Keep in mind that I am directing my comments at investing and
not trading, a polite word for speculation. A speculator is about as much an
investor as a Las Vegas gambler. That statement is not intended to be derisive.
Whenever there is a profit to be made by successfully picking the correct
outcome of a random event there will be those wanting to bet on the outcome,
regardless of risk.
And as in every game of chance there will be winners and
losers, with the latter occurring far more frequently than the former. Yet, to
their credit, speculators on Wall Street serve a key role in that they provide
liquidity to the markets.
An investor eliminates much of the random element or risk
through diligent research and the utilization of a time horizon that is measured
in months or years, rather than hours or minutes. This time factor not only
alleviates minor share price fluctuations, but enables you to benefit from a
continual compounding of profits.
Consider for example Toro (TTC), a company whose share price
has increased year-to-date by over 38 percent. If you are not familiar with the
name you probably had never had a lawn. My 12-month target price on the shares a
year ago was $44, as compared to the price back then of $38. The shares recently
closed at $56.81 for a capital gain of 48 percent. My earnings estimate for 2009
was $1.67. Toro’s 2009 earnings came in at $1.72, a nice surprise.
For its fiscal third quarter ended July 30, Toro reported net
earnings of $33.4 million, or $1.01 per share, on net sales of $458.9 million.
In the comparable fiscal 2009 period, the company reported net earnings of $19.8
million, or $0.54 per share, on net sales of $394.9 million.

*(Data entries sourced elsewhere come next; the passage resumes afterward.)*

"""The netlist handed on: analyses chosen, errors refused, the text read back before anybody gets it."""

from __future__ import annotations

import math
from dataclasses import replace
from pathlib import Path

import numpy as np
import pytest
from hypothesis import given, settings
from hypothesis import strategies as st

from rcnet.api import write_netlist
from rcnet.circuit import (
    Analyses,
    Circuit,
    Network,
    Points,
    Sine,
    Square,
    Step,
    Sweep,
    TransientRun,
    Waveform,
)
from rcnet.errors import CircuitError, OutputError
from rcnet.handover import sealed_netlist, with_analyses
from rcnet.netlist import Reading, parse_netlist, read_netlist, writer


def low_pass(r: float = 1e3, c: float = 1e-6, **drive: object) -> Network:
    """R into C: corner 1/(2 pi R C)."""
    network = Network("Flow meter")
    network.add_voltage_source("Vin", "in", "0", **(drive or {"ac": 1}))
    network.add_resistor("R1", "in", "out", r)
    network.add_capacitor("C1", "out", "0", c)
    return network


# ---------------------------------------------------------------------------- analyses that are chosen


@settings(deadline=None, max_examples=40)
@given(st.floats(-2, 8), st.floats(-14, 0))
def test_the_sweep_chosen_covers_the_corner_with_room(log_r: float, log_c: float) -> None:
    """At least a decade below 1/(2 pi R C) and one above, in whole decades, twelve at most."""
    r, c = 10**log_r, 10**log_c
    chosen = with_analyses(low_pass(r, c)).analyses
    corner = 1 / (2 * math.pi * r * c)
    assert chosen.chosen
    assert chosen.ac is not None
    assert chosen.ac.start * 10 <= corner <= chosen.ac.stop / 10
    assert (chosen.ac.kind, chosen.ac.points) == ("dec", 20)
    decades = math.log10(chosen.ac.stop / chosen.ac.start)
    assert decades == pytest.approx(round(decades))
    assert decades <= 12
    assert math.log10(chosen.ac.start) == pytest.approx(round(math.log10(chosen.ac.start)))


@pytest.mark.parametrize("ratio", [1e2, 1e7, 1e11, 1e15])
def test_the_sweep_chosen_covers_both_corners_of_a_band(ratio: float) -> None:
    """High-pass and low-pass far apart: a decade outside either corner, whatever lies between."""
    network = Network("Leak listener")
    network.add_voltage_source("Vin", "in", "0", ac=1)
    network.add_capacitor("C1", "in", "a", 1e-3 / (2 * math.pi))  # 1 mHz with 1 Mohm
    network.add_resistor("R1", "a", "0", 1e6)
    network.add_voltage_controlled_voltage_source("E1", "b", "0", "a", "0", 1.0)
    network.add_resistor("R2", "b", "out", 1e3)
    network.add_capacitor("C2", "out", "0", 1 / (2 * math.pi * 1e3 * 1e-3 * ratio))
    sweep = with_analyses(network).analyses.ac
    assert sweep is not None
    assert sweep.start <= 1e-4 * (1 + 1e-9)
    assert sweep.stop >= 1e-2 * ratio * (1 - 1e-9)
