"""How complete a search was, in sentences."""

from __future__ import annotations

import math

from .search import Tally

_WORDS = ("no", "one", "two", "three", "four", "five", "six")


def account(tally: Tally, found: int, enough: str, by_sum: str, by_span: str) -> str:
    """What became of all combinations.

    found: candidates; enough: the margin that counts, as text; by_sum, by_span: the arguments that excluded
    combinations, as they follow their number
    """
    excluded = [
        f"{number:,} {why}" for number, why in ((tally.by_sum, by_sum), (tally.by_span, by_span)) if number
    ]
    fate = f"Excluded: {', '.join(excluded)}. " if excluded else ""
    fate += f"Computed: {tally.computed:,}; {tally.met:,} of them meet the target."
    start = f"{counted(tally.combinations)} combinations"
    if math.isinf(tally.spread):
        return f"{start}, all of them decided. {fate} The search is complete."
    inner = f"{start}; {tally.within:,} of values that spread by no more than {tally.spread:.3g} to 1. {fate}"
    if tally.complete:
        return (
            f"{inner} All others spread wider, so they cannot rank before {found} with the full margin that "
            f"counts, {enough}: the search is complete."
        )
    return (
        f"{inner} Of those that spread wider, {tally.tapers:,} were looked at, whose impedance rises from "
        f"section to section by one ratio; {tally.tapers_met:,} meet the target. The search is not complete, "
        f"but what it left out has no more margin that counts than {enough}."
    )


def counted(count: int) -> str:
    """A number of things, written out as far as a person reads it."""
    return f"{count:,}" if count < 10**15 else f"{float(count):.3g}"


def sections_text(sections: int) -> str:
    """`three sections`."""
    return f"{_WORDS[sections]} section{'s' * (sections != 1)}"


__all__ = ["account", "counted", "sections_text"]
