"""A candidate as a circuit file: its parts, its source, what is claimed of it."""

from __future__ import annotations

import json
import math
from collections.abc import Mapping, Sequence
from dataclasses import dataclass

from ..values import Tolerance, customary_series, in_series, write_quantity
from .target import Target

Row = Sequence[float]
PartRow = tuple[str, str, float, Tolerance]  # both nodes, value, tolerance


@dataclass(frozen=True, slots=True)
class Wanted:
    """One claim made of every candidate of a design.

    key: what its value is called among a candidate's measures
    options, bound: as a circuit file has them, text and lists of text
    against: the parts whose growth moves the measure the other way than that of all the others does; None
        where that is not known of every part
    ends: the parts that are at the upper end of their tolerance where the measure has one extreme, and where
        it has the other, all others being at the lower end; instead of `against`
    """

    key: str
    says: str
    measure: str
    options: Mapping[str, str]
    bound: Mapping[str, str | list[str]]
    against: frozenset[str] | None = frozenset()
    ends: tuple[frozenset[str], frozenset[str]] | None = None


def value_text(value: float) -> str:
    """A part's value as in a circuit file, read back to the same double: `4.7k`."""
    return write_quantity(value)


def rounded(value: float, unit: str, *, up: bool) -> str:
    """A bound of a claim to six digits, rounded so that the claim gets wider."""
    digits = 5 - math.floor(math.log10(abs(value)))
    shifted = value * 10.0**digits
    whole = round(shifted)
    # What is six digits long already stays: 1 kHz is not 1.00001 kHz.
    if abs(whole - shifted) > 1e-7:
        whole = math.ceil(shifted) if up else math.floor(shifted)
    return write_quantity(float(f"{whole}e{-digits}"), unit)


def part_rows(target: Target, r: Row, c: Row) -> dict[str, PartRow]:
    """Each part of a candidate: its nodes, its value, its tolerance; r, c: from the input on."""
    on_r, on_c = target.resistors.tolerance, target.capacitors.tolerance
    rows: dict[str, PartRow] = {}
    node = "in"
    if target.source:
        rows["Rsource"] = (node, "n0", target.source, on_r)
        node = "n0"
    for k, (resistor, capacitor) in enumerate(zip(r, c, strict=True), 1):
        end = "out" if k == len(r) else f"n{k}"
        resistive = {"lowpass": True, "highpass": False, "bandpass": k == 2}.get(target.kind, True)
        if resistive:
            rows[f"R{k}"], rows[f"C{k}"] = (node, end, resistor, on_r), (end, "0", capacitor, on_c)
        else:
            rows[f"C{k}"], rows[f"R{k}"] = (node, end, capacitor, on_c), (end, "0", resistor, on_r)
        node = end
    if math.isfinite(target.load):
        rows["Rload"] = ("out", "0", target.load, on_r)
    return rows


def circuit_text(
    target: Target,
    title: str,
    rows: Mapping[str, tuple[str, str, float, Tolerance]],
    wanted: Sequence[Wanted],
) -> str:
    """The circuit file of one candidate."""
    lines = [f"title  = {_quoted(title)}", 'output = "out"']
    if any(name in ("Rsource", "Rload") and _off_series(row[2], row[3]) for name, row in rows.items()):
        lines.append('silence = ["off-series"]  # nobody buys the source resistance, or the load')
    lines += ["", "[parts]"]
    width = max(len(name) for name in rows)
    for name, (a, b, value, tolerance) in rows.items():
        shown = f" {tolerance}" if tolerance.low or tolerance.high else ""
        lines.append(f'{name:<{width}} = "{a} {b} {value_text(value)}{shown}"')
    lines += ["", "[sources.Vin]", 'nodes = "in 0"', "ac = 1", *_waveform(target)]
    for claim in wanted:
        lines += ["", "[[claims]]", f"says = {_quoted(claim.says)}", f'measure = "{claim.measure}"']
        lines += [f"{key} = {_quoted(text)}" for key, text in claim.options.items()]
        for key, bound in claim.bound.items():
            shown = _quoted(bound) if isinstance(bound, str) else f"[{', '.join(map(_quoted, bound))}]"
            lines.append(f"{key} = {shown}")
        lines.append('over = "tolerance"')
    return "\n".join(lines) + "\n"


def _off_series(value: float, tolerance: Tolerance) -> bool:
    series = customary_series(max(tolerance.high, -tolerance.low))
    return not any(in_series(value, each) for each in series)


def _quoted(text: str) -> str:
    return json.dumps(text, ensure_ascii=False)


def _waveform(target: Target) -> list[str]:
    if target.supply is None:
        return []
    high = _quoted(write_quantity(target.supply, "V"))
    if target.carrier is not None:
        carrier = _quoted(write_quantity(target.carrier, "Hz"))
        return [f"square = {{ low = 0, high = {high}, frequency = {carrier}, duty = 0.5 }}"]
    return [f"step = {{ from = 0, to = {high}, at = 0 }}"]


__all__ = ["Wanted", "circuit_text", "part_rows", "rounded", "value_text"]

Gross margin for the fiscal 2010 third quarter improved to
35.2 percent from 33.9 percent in last year’s third quarter. The margin
improvement resulted primarily from a more favorable product mix and lower
manufacturing variances.
Selling, general and administrative expenses for the fiscal
2010 third quarter totaled $107.8 million, up 14.5 percent from last year’s
third quarter, but declined as a percent of sales to 23.5 percent from 23.9
percent.
Interest expense for the fiscal 2010 third quarter was $4.2
million compared with $4.4 million a year ago. The effective tax rate for the
fiscal 2010 third quarter was 35.7 percent compared with 36.6 percent a year
ago.
Accounts receivable at the end of the fiscal 2010 third
quarter totaled $170.1 million, a decrease of $99.8 million from last year’s
third quarter, on a sales increase of 16.2 percent. Net inventories in the third
quarter were $177.2 million, up $16.6 million from the same period last year.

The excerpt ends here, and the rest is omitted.